> Task goal
Below are records; quote them exactly from the first line through the line that contains "true, force: true".

> Task inputs

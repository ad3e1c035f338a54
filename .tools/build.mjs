// Compiles the library to dist/ and bundles the command line, whose start-up would otherwise go into opening files.
// Chunks lie two levels below the root, like the modules they come from, so that paths to rules/ stay the same.
import { spawnSync } from 'node:child_process';
import { chmodSync, rmSync } from 'node:fs';
import { dirname, join } from 'node:path';
import { fileURLToPath } from 'node:url';
import { build } from 'esbuild';

const root = join(dirname(fileURLToPath(import.meta.url)), '..');
rmSync(join(root, 'dist'), { recursive: true, force: true });
const tsc = join(root, 'node_modules/.bin', process.platform === 'win32' ? 'tsc.cmd' : 'tsc');
const compiled = spawnSync(tsc, ['-p', join(root, 'tsconfig.json')], {
  stdio: 'inherit',
  shell: process.platform === 'win32',
});
if (compiled.status !== 0) process.exit(compiled.status ?? 1);
await build({
  absWorkingDir: root,
  entryPoints: ['src/bin.ts'],
  outdir: 'dist',
  chunkNames: 'chunks/[name]-[hash]',
  bundle: true,
  splitting: true,
  format: 'esm',
  platform: 'node',
  target: 'node20',
  external: ['nerdamer', 'algebrite', 'katex'],
  // yaml and commander are CommonJS inside and ask for Node's own modules.
  banner: {
    js: "import { createRequire as __createRequire } from 'node:module'; const require = __createRequire(import.meta.url);",
  },
  logLevel: 'warning',
});
chmodSync(join(root, 'dist/bin.js'), 0o755);
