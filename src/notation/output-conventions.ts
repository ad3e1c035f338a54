/** A theory's Lagrangian as it is written in conventions of choice, with the symbols that it then contains. */
import { type Conventions, internalWith, translate } from './conventions.js';
import { InputError } from './diagnostics.js';
import type { LagrangianTerm, Theory, TheorySymbol } from './theory.js';
import { UNIT_SYMBOLS, type UnitSymbol } from './units.js';

export interface WrittenLagrangian {
  readonly terms: readonly LagrangianTerm[];
  /** For printing: those of the theory, and those of the units. */
  readonly symbols: readonly TheorySymbol[];
}

/** @throws InputError `unit-symbol` when the units need a name that the theory uses for something else. */
export function lagrangianIn(theory: Theory, conventions: Conventions): WrittenLagrangian {
  const own = theory.conventions.units === conventions.units ? theory.unitSymbols : [];
  const symbols = [...theory.symbols];
  const units: readonly UnitSymbol[] = UNIT_SYMBOLS[conventions.units];
  for (const unit of units) {
    const taken = theory.symbols.find(({ name }) => name === unit.name);
    if (taken === undefined) {
      const { name, role, dimension, latex } = unit;
      symbols.push(own.find((symbol) => symbol.name === name) ?? { name, role, dimension, latex });
    } else if (theory.conventions.units !== conventions.units) {
      const message = `${unit.name} is a ${taken.role} of this theory and cannot be a unit of the output`;
      throw new InputError([
        { code: 'unit-symbol', severity: 'error', message, hint: 'rename it, or choose other units' },
      ]);
    }
  }
  return { terms: translate(theory.lagrangian, internalWith(theory.signature), conventions), symbols };
}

> Problem solution
repository ad3e1c035f338a54
filename .tools/build.mjs
// Compiles the library to dist/ and bundles the command line, whose start-up would otherwise go into opening files.
// Chunks lie two levels below the root, like the modules they come from, so that paths to rules/ stay the same.
import { spawnSync } from 'node:child_process';
import { chmodSync, rmSync } from 'node:fs';
import { dirname, join } from 'node:path';
import { fileURLToPath } from 'node:url';
import { build } from 'esbuild';

const root = join(dirname(fileURLToPath(import.meta.url)), '..');
rmSync(join(root, 'dist'), { recursive: true, force: true });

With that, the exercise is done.